查看dmesg_TZ.txt中解析出的watdog部分,检查CPU、ping_start/ping_end,与当前的系统时间做对比,判断ping cpu的动作的执行结果以及可能出现问题的cpu
查看timer_list.txt中的timer list dump,查
qcom_wdt_pet_task_wakeup
在哪个CPU上?触发回调的时间点与当前时间点做比较,如果早于当前的系统时间说明定时器没有被触发?查看各个CPU上的timer_jiffies和next_timer来判断哪些CPU的时间戳没有被更新,则这些CPU是可怀疑对象!
如果watchdog定时器到了时间没有触发,则说明该CPU被阻塞了,去查当前CPU上的栈trace。
还可以检测hrtimer,看时间戳来判断是不是由于系统调度或者soft lockup等问题造成的。
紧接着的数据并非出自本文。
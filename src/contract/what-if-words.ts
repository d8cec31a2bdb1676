/* What a what-if changes and what comes of it, in words: for its screen and for the question before it is adopted. */
import { decimalsNeeded } from '#core/printed/figure.ts';
import type { Criterion, CriterionLimit } from './criterion.ts';
import { formatNumber, listInWords } from './format.ts';
import { rankRange, valueDecimals } from './ranking-words.ts';
import type { Ranking, RankingFigures } from './ranking.ts';
import { stepInWords } from './rating.ts';
import { weighing } from './weighing.ts';
import type { WeightStatement } from './weights.ts';
import { changedFigures, heldParticulars, type RankMove, type Standing } from './what-if-model.ts';
import type { WhatIfChanges } from './what-if.ts';

/** One change, from what the study has to what is tried; `at` says which entry it is. */
export interface ChangeLine {
  at:
    | { kind: 'weights' }
    | { kind: 'limit'; criterionId: string }
    | { kind: 'figure'; siteId: string; criterionId: string }
    | { kind: 'left-out'; siteId: string };
  what: string;
  from: string;
  to: string;
  /** Where one change is of many figures: each of them, from and to. Then `from` and `to` are empty. */
  each: string[];
  /** What of the study falls away with it; empty where nothing does. */
  falls: string;
}

type Described = Pick<Criterion, 'unit' | 'steps'>;

/** A figure as it was entered, with its unit, a rating by its step; "no figure" for none. */
export function figureInFull(criterion: Described, value: number | null): string {
  if (value === null) return 'no figure';
  const plain = formatNumber(value, decimalsNeeded([value]));
  return stepInWords(criterion, value) ?? `${plain} ${criterion.unit}`.trim();
}

export function limitInFull(criterion: Described, limit: CriterionLimit | null): string {
  if (!limit) return 'none';
  return `${limit.kind === 'at-least' ? '≥' : '≤'} ${figureInFull(criterion, limit.value)}`;
}

/** Every change that counts now, in the order weights, limits, figures, sites; entries that are gone have no line. */
export function changeLines(
  changes: WhatIfChanges,
  study: { figures: RankingFigures; statement: WeightStatement },
): ChangeLine[] {
  const { figures } = study;
  return [
    ...weightLines(changes, study),
    ...limitLines(changes, figures),
    ...figureLines(changes, figures),
    ...leftOutLines(changes, figures),
  ];
}

function weightLines(
  { weights }: WhatIfChanges,
  { figures, statement }: { figures: RankingFigures; statement: WeightStatement },
): ChangeLine[] {
  if (!weights) return [];
  const { criteria } = figures;
  const before = weighing(criteria, statement).shares;
  const after = weighing(criteria, weights).shares;
  const changed = criteria.filter(({ id }) => !isSame(before?.[id] ?? 0, after?.[id] ?? 0));
  const inWords = (shares: typeof before, id: string): string =>
    shares === null ? 'none' : formatNumber(shares[id] ?? 0, WEIGHT_DECIMALS);
  const each = changed.map(({ id, name }) => `${name} ${inWords(before, id)} → ${inWords(after, id)}`);
  const what = each.length === 0 ? 'Weights, stated anew and the same as the study’s' : 'Weights';
  return [{ at: { kind: 'weights' }, what, from: '', to: '', each, falls: '' }];
}

const WEIGHT_DECIMALS = 3;
const isSame = (a: number, b: number): boolean => Math.abs(a - b) < 1e-9;

function limitLines({ limits }: WhatIfChanges, { criteria }: RankingFigures): ChangeLine[] {
  return criteria.flatMap((criterion): ChangeLine[] => {
    const limit = limits[criterion.id];
    if (limit === undefined) return [];
    return [
      {
        at: { kind: 'limit', criterionId: criterion.id },
        what: `Limit of ${criterion.name}`,
        from: limitInFull(criterion, criterion.limit),
        to: limitInFull(criterion, limit),
        each: [],
        falls: '',
      },
    ];
  });
}

function figureLines(changes: WhatIfChanges, figures: RankingFigures): ChangeLine[] {
  const gone = new Set(changedFigures(figures, changes).ignored.figures);
  return changes.figures.flatMap((tried): ChangeLine[] => {
    const { siteId, criterionId, value } = tried;
    const site = figures.sites.findIndex((one) => one.siteId === siteId);
    const place = figures.criteria.findIndex(({ id }) => id === criterionId);
    const criterion = figures.criteria[place];
    if (gone.has(tried) || !criterion) return [];
    const cell = figures.cells[site]?.[place];
    return [
      {
        at: { kind: 'figure', siteId, criterionId },
        what: `${criterion.name} of ${figures.sites[site]?.name ?? ''}`,
        from: figureInFull(criterion, typeof cell === 'number' ? cell : null),
        to: figureInFull(criterion, value),
        each: [],
        falls: fallsInWords(figures, { site, place, value }),
      },
    ];
  });
}

function fallsInWords(
  { particulars, criteria }: RankingFigures,
  { site, place, value }: { site: number; place: number; value: number | null },
): string {
  const known = particulars.find(([s, p]) => s === site && p === place)?.[2];
  const criterion = criteria[place];
  if (!known || !criterion) return '';
  const parts = heldParticulars(value, known).dropped.map(
    (part) => `${part} ${figureInFull(criterion, known[part] ?? null)}`,
  );
  if (value === null) return `${listInWords([...parts, 'what is known of it'])} falls away`;
  return parts.length === 0
    ? ''
    : `${listInWords(parts)} no longer ${parts.length === 1 ? 'holds' : 'hold'} and ${parts.length === 1 ? 'falls' : 'fall'} away`;
}

function leftOutLines({ leftOut }: WhatIfChanges, { sites }: RankingFigures): ChangeLine[] {
  return sites
    .filter(({ siteId }) => leftOut.includes(siteId))
    .map(({ siteId, name }) => ({
      at: { kind: 'left-out', siteId },
      what: name,
      from: 'in the ranking',
      to: 'left out',
      each: [],
      falls: '',
    }));
}

/** How the lead moves from the study to the what-if; empty where there is no one leader to compare. */
export function leadInWords(study: Ranking, here: Ranking): string {
  const [was, is] = [study, here].map(({ ranked }) => ranked.filter(({ rank }) => rank === 1));
  const before = was?.[0];
  const now = is?.[0];
  if (!before || !now || was.length > 1 || is.length > 1) return '';
  if (before.siteId !== now.siteId) return `${now.name} takes the lead from ${before.name}.`;
  if (study.margin === null || here.margin === null) return '';
  const decimals = Math.max(valueDecimals(study), valueDecimals(here));
  const [from, to] = [study.margin, here.margin].map((margin) => formatNumber(margin, decimals));
  if (from === to) return `${now.name} keeps the lead, and its margin of ${from}.`;
  const grows = here.margin > study.margin;
  return `${now.name} keeps the lead; its margin ${grows ? 'grows' : 'shrinks'} from ${from} to ${to}.`;
}

/** "2", "6 to 7", "set aside", "left out" */
export function standingInWords(standing: Standing): string {
  if (standing.kind === 'ranked') return formatNumber(standing.rank);
  if (standing.kind === 'incomplete') return `incomplete, ${rankRange(standing)}`;
  return standing.kind === 'set-aside' ? 'set aside' : 'left out';
}

/** "up 2", "down 1", "stays", or what became of the site. */
export function moveInWords({ before, after }: RankMove): string {
  if (before.kind === 'ranked' && after.kind === 'ranked') {
    const risen = before.rank - after.rank;
    return risen === 0 ? 'stays' : `${risen > 0 ? 'up' : 'down'} ${formatNumber(Math.abs(risen))}`;
  }
  if (before.kind === after.kind) {
    const same = standingInWords(before) === standingInWords(after);
    return same ? 'stays' : `now ${standingInWords(after)}`;
  }
  return after.kind === 'ranked' ? `now ranked ${formatNumber(after.rank)}` : `now ${standingInWords(after)}`;
}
再有必要的时候,也可以参考第3.3章节中的内核参数来抓取日志debug。
总结
pet_timer是个低精度计时器,低精度定时器会在每个tick中断来时被检查,超时就触发软中断,而linux的软中断又会再中断返回时检查执行。所以只要有CPU还能响应中断pet_task_wakeup就能被执行,但是pet_task_wakeup也只是唤醒了喂狗线程而已,并没有直接去允许它,具体什么时候允许要看下次抢占点到了pet-thread能不能成功抢占cpu执行。
watchdog_kthread作为一个实时进程,而且优先级最高加上唤醒抢占的机制,一旦喂狗线程被加到某个CPU的就绪列队中,一般很快就会被执行并且基本没有进程可以抢占它.
所以没法喂狗会发生在以下情况:
喂狗线程所在cpu长时间关抢占,导致即使pet_timer唤醒喂狗线程但得不到执行。
喂狗线程所在的cpu频繁被中断打断,导致没法按时喂狗。
其他cpu长时间处于关中断导致无法响应ipi中断。
所有cpu长时间处于关中断导致直接触发狗咬(pet_timer无法执行,狗叫中断无法响应)。